- **What you are asked to do**: In the records below, locate the line containing "expect(swept.requeued).toBeGreaterThanOrEqual(1)"; output that line and every following line through the last, exactly.

- **Dataset**:
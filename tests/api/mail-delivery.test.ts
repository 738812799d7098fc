import { afterAll, afterEach, beforeAll, describe, expect, it, vi } from 'vitest'
import { SMTPServer } from 'smtp-server'
import type { AddressInfo } from 'node:net'
import { QueryTypes, type Transaction } from 'sequelize'
import { config, setConfigForTests } from '../../server/config'
import { db } from '../../server/db/sequelize'
import { jobs, startWorkers, stopJobs } from '../../server/jobs/queue'
import { startFakeSmtp, type FakeSmtp } from '../../server/mail/fake-smtp'
import { queueEmail, type QueueEmailInput } from '../../server/mail/outbox'
import { deliverOutboxEmail, MailDeliveryError, sweepOutbox } from '../../server/mail/deliver'
import { DELIVER_QUEUE } from '../../server/mail/queues'
import { updateUser } from '../../server/data/users'
import { closeTestApp, signedIn } from '../helpers/api'
import { openCase } from '../helpers/cases'
import { models, minutesAgo } from '../helpers/rows'
import { waitFor as poll } from '../helpers/wait'

const REPLY_DOMAIN = 'reply.delivery.roomwright.test'
let fake: FakeSmtp | undefined
let smtpPort = 0
const base = config()

beforeAll(async () => {
  fake = await startFakeSmtp({ port: 0, host: '127.0.0.1', inbound: async () => undefined })
  smtpPort = fake.port
  setConfigForTests({ ...base, SMTP_HOST: '127.0.0.1', SMTP_PORT: smtpPort, MAIL_REPLY_DOMAIN: REPLY_DOMAIN, MAIL_FROM: 'Roomwright <desk@delivery.roomwright.test>', PUBLIC_URL: 'https://desk.delivery.roomwright.test' })
})
afterAll(async () => {
  await fake?.stop()
  await stopJobs()
  await closeTestApp()
})

const q = <T extends object>(sql: string, bind: unknown[] = []) => db().query<T>(sql, { bind, type: QueryTypes.SELECT })
interface OutboxRow { id: string; status: string; attempts: number; last_error: string | null; message_id: string; reply_to: string | null; subject: string; sent_at: Date | null; job_id: string | null; to_user_id: string | null }
const outbox = async (id: string) => (await q<OutboxRow>('SELECT * FROM email_outbox WHERE id = $1', [id]))[0]
const received = (messageId: string) => q<{ id: string; envelope_to: string[]; subject: string; headers: Record<string, string>; html: string; text: string }>('SELECT * FROM dev_mailbox WHERE message_id = $1', [messageId])
const jobExists = async (jobId: string) => (await q('SELECT 1 FROM pgboss.job WHERE id = $1', [jobId])).length > 0

/** A listener, their submitted case and its reply token. */
async function caseFixture(title = 'Boom at 43 Hz in the attic room') {
  const listener = await signedIn('listener')
  const { case: c } = await openCase(listener.c, { title })
  const [{ reply_token }] = await q<{ reply_token: string }>('SELECT reply_token FROM cases WHERE id = $1', [c.id])
  return { listener: listener.user, caseId: c.id, token: reply_token }
}
const replyInput = (f: Awaited<ReturnType<typeof caseFixture>>, body = 'Move the sofa 40 cm forward.'): QueueEmailInput => ({
  to: f.listener.email,
  toUserId: f.listener.id,
  kind: 'reply',
  caseId: f.caseId,
  vars: { advisorName: 'Odile Brenner', body },
})

/**
 * Queues an e-mail and removes its pg-boss job in the same transaction, so that no worker (in this
 * or another test process) delivers it before the test does: here the test plays the worker.
 */
async function queueForTest(input: QueueEmailInput) {
  return db().transaction(async (t: Transaction) => {
    const r = await queueEmail(input, { transaction: t })
    if (!r.queued) throw new Error(`not queued: ${r.reason}`)
    await db().query('DELETE FROM pgboss.job WHERE id = $1', { bind: [r.jobId], transaction: t })
    return r
  })
}

describe('queueEmail — the transactional outbox', () => {
  it('writes the row and its delivery job when the transaction commits', async () => {
    const f = await caseFixture()
    const r = await db().transaction((t) => queueEmail(replyInput(f), { transaction: t }))
    if (!r.queued) throw new Error('expected the e-mail to be queued')
    const row = await outbox(r.id)
    expect(row).toMatchObject({ status: 'queued', attempts: 0, to_user_id: f.listener.id, reply_to: `reply+${f.token}@${REPLY_DOMAIN}`, message_id: `<${r.id}@delivery.roomwright.test>`, job_id: r.jobId })
    expect(row.subject).toContain('Boom at 43 Hz in the attic room')
    expect(await jobExists(r.jobId!)).toBe(true)
    const job = await (await jobs()).getJobById<{ outboxId: string }>(DELIVER_QUEUE, r.jobId!)
    expect(job?.data).toEqual({ outboxId: r.id })
    expect(job).toMatchObject({ retryLimit: 20, retryBackoff: true })
  })
  it('leaves neither row nor job when the transaction rolls back', async () => {
    const f = await caseFixture()
    let seen: { id: string; jobId: string | null } | undefined
    await expect(
      db().transaction(async (t) => {
        const r = await queueEmail(replyInput(f), { transaction: t })
        if (r.queued) seen = { id: r.id, jobId: r.jobId }
        throw new Error('the change failed after the e-mail was queued')
      }),
    ).rejects.toThrow('the change failed')
    expect(seen?.jobId).toBeTruthy()
    expect(await outbox(seen!.id)).toBeUndefined()
    expect(await jobExists(seen!.jobId!)).toBe(false)
  })
  it('skips optional kinds for a user who turned optional e-mails off, but still sends essential ones', async () => {
    const f = await caseFixture()
    await updateUser(f.listener.id, { emailOptional: false })
    const status = await queueEmail({ to: f.listener.email, toUserId: f.listener.id, kind: 'status-changed', caseId: f.caseId, vars: { status: 'closed' } })
    expect(status).toEqual({ queued: false, reason: 'opted_out' })
    const reply = await queueEmail(replyInput(f))
    expect(reply.queued).toBe(true)
    const kinds = await q<{ kind: string }>('SELECT kind FROM email_outbox WHERE to_user_id = $1 ORDER BY created_at', [f.listener.id])
    // 'status-changed' here can only be the one queued on submission, before the switch was turned off.
    expect(kinds.filter((k) => k.kind === 'status-changed').length).toBeLessThanOrEqual(1)
    expect(kinds.filter((k) => k.kind === 'reply').length).toBe(1)
  })
  it('a case kind without a case is an error, and nothing is written', async () => {
    const f = await caseFixture()
    await expect(queueEmail({ ...replyInput(f), caseId: undefined })).rejects.toThrow(/needs the caseId/)
  })
})

describe('deliverOutboxEmail — through a real SMTP server', () => {
  it('sends once with the stored Message-ID, Reply-To and case threading, then is idempotent', async () => {
    const f = await caseFixture('Flutter echo between bare walls')
    const r = await queueForTest(replyInput(f, 'Hang a **rug** on the side wall.'))
    expect(await deliverOutboxEmail(r.id)).toBe('sent')
    expect(await deliverOutboxEmail(r.id)).toBe('already-sent')
    const row = await outbox(r.id)
    expect(row).toMatchObject({ status: 'sent', attempts: 1, last_error: null })
    expect(row.sent_at).toBeTruthy()
    const got = await received(r.messageId)
    expect(got).toHaveLength(1)
    expect(got[0].envelope_to).toEqual([f.listener.email])
    expect(got[0].headers['reply-to']).toBe(`reply+${f.token}@${REPLY_DOMAIN}`)
    expect(got[0].headers['references']).toBe(`<case-${f.caseId}@delivery.roomwright.test>`)
    expect(got[0].headers['auto-submitted']).toBe('auto-generated')
    expect(got[0].html).toContain('<strong>rug</strong>')
    expect(got[0].text).toContain('Hang a **rug** on the side wall.')
    expect(got[0].subject).toBe(row.subject)
  })

  it('survives a stopped SMTP server: records each failure, retries, and delivers exactly once when it is back', async () => {
    const f = await caseFixture()
    const r = await queueForTest(replyInput(f, 'Try the seat at 38 % of the room length.'))
    await fake!.stop()
    fake = undefined
    for (const n of [1, 2]) {
      await expect(deliverOutboxEmail(r.id)).rejects.toBeInstanceOf(MailDeliveryError)
      const row = await outbox(r.id)
      expect(row).toMatchObject({ status: 'queued', attempts: n })
      expect(row.last_error).toMatch(/ECONNREFUSED|ESOCKET|connect/i)
    }
    fake = await startFakeSmtp({ port: smtpPort, host: '127.0.0.1', inbound: async () => undefined })
    expect(await deliverOutboxEmail(r.id)).toBe('sent')
    expect(await deliverOutboxEmail(r.id)).toBe('already-sent')
    expect(await outbox(r.id)).toMatchObject({ status: 'sent', attempts: 3, last_error: null })
    expect(await received(r.messageId)).toHaveLength(1)
  })

  it('two workers delivering the same row at once send it once', async () => {
    const f = await caseFixture()
    const r = await queueForTest(replyInput(f))
    const outcomes = await Promise.all([deliverOutboxEmail(r.id), deliverOutboxEmail(r.id), deliverOutboxEmail(r.id)])
    expect(outcomes.filter((o) => o === 'sent')).toHaveLength(1)
    expect(outcomes.every((o) => ['sent', 'busy', 'already-sent'].includes(o))).toBe(true)
    expect(await received(r.messageId)).toHaveLength(1)
  })

  it('a permanent refusal (550) marks the row failed without retrying', async () => {
    const refusing = new SMTPServer({
      authOptional: true,
      disabledCommands: ['AUTH', 'STARTTLS'],
      logger: false,
      onRcptTo: (_addr, _session, cb) => cb(Object.assign(new Error('No such mailbox here'), { responseCode: 550 })),
    })
    await new Promise<void>((res) => refusing.listen(0, '127.0.0.1', () => res()))
    const port = (refusing.server.address() as AddressInfo).port
    setConfigForTests({ ...config(), SMTP_PORT: port })
    try {
      const f = await caseFixture()
      const r = await queueForTest(replyInput(f))
      expect(await deliverOutboxEmail(r.id)).toBe('failed')
      const row = await outbox(r.id)
      expect(row).toMatchObject({ status: 'failed', attempts: 1 })
      expect(row.last_error).toContain('550')
      expect(await deliverOutboxEmail(r.id)).toBe('failed')
      expect((await outbox(r.id)).attempts).toBe(1)
    } finally {
      setConfigForTests({ ...config(), SMTP_PORT: smtpPort })
      await new Promise<void>((res) => refusing.close(() => res()))
    }
  })

  it('an unknown outbox id is "missing", not an error', async () => {
    expect(await deliverOutboxEmail('00000000-0000-4000-8000-00000000beef')).toBe('missing')
  })
})

describe("the sweep's quiet window is measured by the database's clock", () => {
  const HOUR = 3_600_000
  /** This process's clock (Date only; timers keep running) moved by `ms`, as on a node whose clock is off. */
  const skewNodeClock = (ms: number) => vi.useFakeTimers({ toFake: ['Date'], now: Date.now() + ms })
  afterEach(() => vi.useRealTimers())
  const ageBy = (id: string, minutes: number) => db().query(`UPDATE email_outbox SET updated_at = now() - make_interval(mins => $2) WHERE id = $1`, { bind: [id, minutes] })

  it('a row quiet for 10 minutes by the database is re-queued by a node whose clock is an hour slow', async () => {
    const r = await queueForTest(replyInput(await caseFixture(), 'Swept by the slow node.'))
    await ageBy(r.id, 10)
    skewNodeClock(-HOUR)
    await sweepOutbox({ quietSeconds: 300 })
    vi.useRealTimers()
    const row = await outbox(r.id)
    expect(row.job_id).not.toBe(r.jobId)
    expect(row.job_id).not.toBeNull()
  })

  it('a row touched a minute ago by the database is left alone by a node whose clock is an hour fast', async () => {
    const r = await queueForTest(replyInput(await caseFixture(), 'Left alone by the fast node.'))
    await ageBy(r.id, 1)
    skewNodeClock(HOUR)
    await sweepOutbox({ quietSeconds: 300 })
    vi.useRealTimers()
    expect((await outbox(r.id)).job_id).toBe(r.jobId)
  })
})

describe('with pg-boss workers running', () => {
  beforeAll(async () => {
    await import('../../server/mail/worker')
    await startWorkers()
  })

  /**
   * Other test files queue e-mails too (every submitted case sends one), and a worker takes jobs one
   * at a time in order of priority, then age; lifting this test's job to the front keeps the wait
   * independent of that backlog.
   */
  const first = (jobId: string | null) => db().query('UPDATE pgboss.job SET priority = 100 WHERE id = $1', { bind: [jobId] })

  const waitFor = <T>(what: string, fn: () => Promise<T | undefined | false>, ms = 20_000) => poll(what, fn, ms, 200)

  it('a committed e-mail is delivered by the job, once', async () => {
    const f = await caseFixture()
    const r = await queueEmail(replyInput(f, 'Delivered by the worker.'))
    if (!r.queued) throw new Error('expected the e-mail to be queued')
    await first(r.jobId)
    await waitFor('the e-mail to be sent', async () => (await outbox(r.id)).status === 'sent')
    expect(await received(r.messageId)).toHaveLength(1)
  })

  it('the sweep re-queues a queued row whose job was lost, and the worker then delivers it', async () => {
    const f = await caseFixture()
    const r = await queueForTest(replyInput(f, 'My job was lost.'))
    await models().EmailOutbox.update({ updatedAt: minutesAgo(10) }, { where: { id: r.id } })
    const swept = await sweepOutbox({ quietSeconds: 300 })
    expect(swept.requeued).toBeGreaterThanOrEqual(1)
    const row = await outbox(r.id)
    expect(row.job_id).not.toBe(r.jobId)
    await first(row.job_id)
    await waitFor('the swept e-mail to be sent', async () => (await outbox(r.id)).status === 'sent')
    expect(await received(r.messageId)).toHaveLength(1)
    // A second sweep finds nothing more to do for it.
    await models().EmailOutbox.update({ updatedAt: minutesAgo(10) }, { where: { id: r.id } })
    await sweepOutbox({ quietSeconds: 300 })
    expect((await outbox(r.id)).status).toBe('sent')
    expect(await received(r.messageId)).toHaveLength(1)
  })
})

- **Reply**:
    expect(swept.requeued).toBeGreaterThanOrEqual(1)
    const row = await outbox(r.id)
    expect(row.job_id).not.toBe(r.jobId)
    await first(row.job_id)
    await waitFor('the swept e-mail to be sent', async () => (await outbox(r.id)).status === 'sent')
    expect(await received(r.messageId)).toHaveLength(1)
    // A second sweep finds nothing more to do for it.
    await models().EmailOutbox.update({ updatedAt: minutesAgo(10) }, { where: { id: r.id } })
    await sweepOutbox({ quietSeconds: 300 })
    expect((await outbox(r.id)).status).toBe('sent')
    expect(await received(r.messageId)).toHaveLength(1)
  })
})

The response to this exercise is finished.